____ Record excerpts

def _quadrature_gc(site, edges):
    """Spudich & Chiou (2015) T and U of a site about a trace of segments (start, end), their weights
    integrated numerically: w_i = integral over the segment of 1 / r^2."""
    w_sum = t_sum = u_sum = offset = 0.0
    for p0, p1 in edges:
        ell = float(np.hypot(*(p1 - p0)))
        s_hat = (p1 - p0) / ell
        rel = site - p0
        t = rel[0] * s_hat[1] - rel[1] * s_hat[0]  # to the right of the segment
        u = rel @ s_hat
        w = quad(lambda s: 1.0 / ((s - u) ** 2 + t * t), 0.0, ell, epsabs=0.0, epsrel=1e-12, limit=200)[0]
        w_sum, t_sum, u_sum = w_sum + w, t_sum + w * t, u_sum + w * (u + offset)
        offset += ell
    return t_sum / w_sum, u_sum / w_sum, offset


def test_rx_and_ry0_are_the_generalized_coordinates_of_the_top_edges():
    tr = Trace()
    rs = bent(single_magnitude(6.6, 0.01))
    length, width = float(rs.length_km[0]), float(rs.width_km[0])
    along, down = tr.offsets(length, width)
    sites = sites_km(tr, np.random.default_rng(5))
    lon, lat = aeqd_inverse(sites[:, 0], sites[:, 1], *tr.ref)
    got = rupture_distances(lon, lat, rs, ref_lon=tr.ref[0], ref_lat=tr.ref[1])
    for r in np.nonzero(rs.n_pieces > 0)[0][::3]:
        edges = [(tr.point(i, lo, down[r])[:2], tr.point(i, hi, down[r])[:2]) for i, lo, hi in tr.parts(along[r], length)]
        for k, site in enumerate(sites):
            t, u, total = _quadrature_gc(site, edges)
            assert got["rx_km"][k, r] == pytest.approx(t, abs=1e-6)
            assert got["ry0_km"][k, r] == pytest.approx(max(-u, u - total, 0.0), abs=1e-6)


def test_generalized_coordinates_closed_form_against_quadrature():
    rng = np.random.default_rng(3)
    ell = np.array([10.0, 4.0, 7.5])
    t = rng.uniform(-20, 20, (50, 3))
    u = rng.uniform(-15, 25, (50, 3))
    t[:5] = 0.0  # on the segments' lines (outside them)
    u[:5] = np.where(rng.random((5, 3)) < 0.5, -rng.uniform(0.5, 5, (5, 3)), ell + rng.uniform(0.5, 5, (5, 3)))
    offset = np.r_[0.0, np.cumsum(ell)[:-1]]
    big_t, big_u = generalized_coordinates(t, u, ell, offset, np.array([0]))
    for k in range(50):
        w = np.array([quad(lambda s: 1.0 / ((s - u[k, i]) ** 2 + t[k, i] ** 2), 0, ell[i], epsrel=1e-12, limit=200)[0]
                      for i in range(3)])
        assert big_t[k, 0] == pytest.approx((w * t[k]).sum() / w.sum(), rel=1e-9, abs=1e-9)
        assert big_u[k, 0] == pytest.approx((w * (u[k] + offset)).sum() / w.sum(), rel=1e-9, abs=1e-9)
    # one segment: T = t and U = u; a site on a segment: T = 0, U its position along the trace
    one_t, one_u = generalized_coordinates(t[:, :1], u[:, :1], ell[:1], offset[:1], np.array([0]))
    assert_allclose(one_t[:, 0], t[:, 0], rtol=1e-12, atol=1e-12)
    assert_allclose(one_u[:, 0], u[:, 0], rtol=1e-12, atol=1e-12)
    on_t, on_u = generalized_coordinates(np.array([[3.0, 0.0, -2.0]]), np.array([[12.0, 1.5, -4.0]]), ell, offset,
                                         np.array([0]))
    assert on_t[0, 0] == 0.0 and on_u[0, 0] == pytest.approx(ell[0] + 1.5)


def test_rx_positive_on_the_hanging_wall_and_ry0_zero_within_the_rupture():
    # Ancheta et al. (2014): Rx > 0 over the hanging wall (the side the fault dips to), < 0 over
    # the footwall; Ry0 = 0 between the rupture's ends, > 0 beyond them.
    tr = Trace()
    rs = bent(single_magnitude(7.3, 0.01))  # longer than the fault: one rupture over the whole trace
    assert len(rs) == 1 and rs.n_pieces[0] == 3
    mids = np.array([tr.p[i] + 0.5 * tr.ell[i] * tr.s[i] for i in range(3)])
    hanging = mids + 8.0 * tr.n
    foot = mids - 8.0 * tr.n
    before = tr.p[0] - 12.0 * tr.s[0]
    beyond = tr.p[3] + np.outer([5.0, 15.0, 40.0], tr.s[2])
    pts = np.vstack([hanging, foot, mids, before, beyond])
    lon, lat = aeqd_inverse(pts[:, 0], pts[:, 1], *tr.ref)
    d = {k: v[:, 0] for k, v in rupture_distances(lon, lat, rs, ref_lon=tr.ref[0], ref_lat=tr.ref[1]).items()}
    assert np.all(d["rx_km"][:3] > 0) and np.all(d["rx_km"][3:6] < 0)
    # the trace lies 1 km up dip of the top edge (upper depth 1 km, dip 45): the footwall side
    assert np.all(d["rx_km"][6:9] < 0)
    assert_allclose(d["rx_km"][6:9], -1.0, atol=0.2)  # -1 exactly for a straight trace
    assert_allclose(d["ry0_km"][:9], 0.0, atol=0)
    assert d["ry0_km"][9] > 0 and np.all(np.diff(d["ry0_km"][10:]) > 0) and d["ry0_km"][10] > 0
    # 40 km past the end along the last segment: U is a weighted mean of positions along the
    # trace, each at most L + 40 (triangle inequality), and the bent trace pulls it back
    assert 30.0 < d["ry0_km"][12] <= 40.0


def test_a_straight_trace_of_three_points_is_the_planar_fault():
    # a meridian is straight in both projections: the bent construction must give the planar one
    straight3 = [(12.0, 45.0), (12.0, 45.12), (12.0, 45.3)]
    mfd = truncated_gr(b_value=1.0, mmin=5.0, mmax=7.2, bin_width=0.2, rate_above_mmin=0.05)
    b = bent(mfd, trace=straight3)
    p = planar_fault_ruptures("bent", [straight3[0], straight3[-1]], dip_deg=DIP, upper_depth_km=USD,
                              lower_depth_km=LSD, rake_deg=RAKE, mfd=mfd, rupture_step_km=STEP)
    assert len(b) == len(p) and b.piece_rupture.size > 0
    assert_allclose(b.corners, p.corners, atol=1e-9)
    rng = np.random.default_rng(2)
    lon, lat = 12.0 + rng.uniform(-0.6, 0.6, 30), 45.15 + rng.uniform(-0.4, 0.4, 30)
    db, dp = rupture_distances(lon, lat, b), rupture_distances(lon, lat, p)
    for key in db:  # the two are built in projections about different centres: equal within 1 cm
        assert_allclose(db[key], dp[key], rtol=0, atol=1e-5)
    y = np.geomspace(0.01, 2.0, 10)
    args = (lon[:8], lat[:8], np.full(8, 400.0))
    hb = compute_site_hazard(*args, b, [get_gmm("BSSA14")], ["PGA", "SA_1.0"], y, ref=(12.0, 45.15))
    hp = compute_site_hazard(*args, p, [get_gmm("BSSA14")], ["PGA", "SA_1.0"], y, ref=(12.0, 45.15))
    assert_allclose(hb, hp, rtol=1e-6)
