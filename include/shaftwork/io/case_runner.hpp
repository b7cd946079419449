// shaftwork/io/case_runner.hpp — read a case document and rate every case in it.
//
// A case that cannot be read or rated becomes an error outcome in its place; the
// other cases are rated all the same.
#pragma once

#include <map>
#include <optional>
#include <string>
#include <string_view>
#include <vector>

#include <nlohmann/json.hpp>

#include "shaftwork/io/fluid_factory.hpp"
#include "shaftwork/io/json_document.hpp"  // parse_json_strict, for the callers that rate what they parse
#include "shaftwork/io/result_writer.hpp"

namespace shaftwork::io {

// Rates one case object of the file `origin`; never throws for a problem of the case itself.
// `file_uncertainty`: the file's uncertainties by key, for the given values that state none
// (the case's own statements first). With uncertainties, the outcome carries their
// propagation to every result. The case's own guarantee (io/guarantee_reader.hpp) is
// judged with it, on those uncertainties.
CaseOutcome rate_case(const nlohmann::json& case_object, size_t index, FluidFactory& fluids,
                      const std::string& origin = "", const std::vector<StatedUncertainty>& file_uncertainty = {});

// The uncertainties by key of a file of cases (its "uncertainty" beside "cases"). Throws
// bad_input "<origin>: uncertainty...: ..." for a bad one: every case would carry it.
std::vector<StatedUncertainty> file_uncertainty(const nlohmann::json& document, const std::string& origin);

// Rates every case of a document (each case's own guarantee judged with it). Throws
// bad_input when it is not a case file.
std::vector<CaseOutcome> rate_document(const nlohmann::json& document, const std::string& origin,
                                       FluidFactory& fluids);

// A file's cases and, when the file holds a guarantee beside "cases", the test judged on
// all of them (rate_document and a FileTest; the rate command streams instead).
struct RatedFile {
  std::vector<CaseOutcome> cases;
  std::optional<TestOutcome> test;
};
// rate_document, and the file's guarantee. Throws bad_input when it is not a case file.
RatedFile rate_file(const nlohmann::json& document, const std::string& origin, FluidFactory& fluids);

// Ids seen so far in one run, with where: a second case of one id gets a warning. Shared by
// rate and check, so that a record check writes is what rate writes.
class CaseIdRegister {
 public:
  void check(CaseOutcome& outcome, size_t index);

 private:
  std::map<std::string, std::string> seen_;
};

}  // namespace shaftwork::io
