// shaftwork/io/baseline.hpp — recorded results (`rate --format json`, `check --record`),
// matched to the cases of a check run by file and id.
#pragma once

#include <cstddef>
#include <string>
#include <unordered_map>
#include <vector>

#include <nlohmann/json.hpp>

namespace shaftwork::io {

// The name a case file goes by in results and baselines: the path with "." and ".."
// steps resolved and '/' separators ("./examples//a.json" is "examples/a.json"), so that
// a baseline recorded from a directory matches a run over the file and back.
std::string normal_file_name(const std::string& path);

class Baseline {
 public:
  // Takes a results document: {"results": [...]}, each result an object with a string "id"
  // and, from a file, a string "file". Throws bad_input "ORIGIN: not a results file: ..."
  // naming what is wrong.
  Baseline(nlohmann::json document, const std::string& origin);

  // The recorded result of case `id` of `file`, or nullptr. Each result is handed out
  // once: cases with the same file and id take their results in the recorded order.
  const nlohmann::json* take(const std::string& file, const std::string& id);
  // The results no case took, in the recorded order.
  std::vector<const nlohmann::json*> untaken() const;

 private:
  struct Matches {
    std::vector<std::size_t> at;  // indexes into results, in order
    std::size_t next = 0;         // the first not yet taken
  };
  nlohmann::json document_;
  std::unordered_map<std::string, Matches> index_;  // by file + '\n' + id
  std::vector<bool> taken_;
};

}  // namespace shaftwork::io
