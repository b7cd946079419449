// shaftwork/io/case_runner.hpp — read a case document and rate every case in it.
//
// A case that cannot be read or rated becomes an error outcome in its place; the
// other cases are rated all the same.
#pragma once

#include <optional>
#include <string>
#include <string_view>
#include <vector>

#include <nlohmann/json.hpp>

#include "shaftwork/io/fluid_factory.hpp"
#include "shaftwork/io/json_document.hpp"  // parse_json_strict, for the callers that rate what they parse
#include "shaftwork/io/result_writer.hpp"

namespace shaftwork::io {

// Rates one case object of the file `origin`; never throws for a problem of the case itself.
CaseOutcome rate_case(const nlohmann::json& case_object, size_t index, FluidFactory& fluids,
                      const std::string& origin = "");

// Rates every case of a document (each case's own guarantee judged with it). Throws
// bad_input when it is not a case file.
std::vector<CaseOutcome> rate_document(const nlohmann::json& document, const std::string& origin,
                                       FluidFactory& fluids);

// A file's cases and, when the file holds a guarantee beside "cases", the test judged on
// all of them.
struct RatedFile {
  std::vector<CaseOutcome> cases;
  std::optional<TestOutcome> test;
};
// rate_document, and the file's guarantee. Throws bad_input when it is not a case file.
RatedFile rate_file(const nlohmann::json& document, const std::string& origin, FluidFactory& fluids);

}  // namespace shaftwork::io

________

▶ _Exercise_:
Starting with the line that holds "what is wrong." and ending with the line that holds "results in the recorded order.", retype every line in the data above exactly, and nothing else.

▶ _Solution to the exercise_:
  // naming what is wrong.
  Baseline(nlohmann::json document, const std::string& origin);

  // The recorded result of case `id` of `file`, or nullptr. Each result is handed out
  // once: cases with the same file and id take their results in the recorded order.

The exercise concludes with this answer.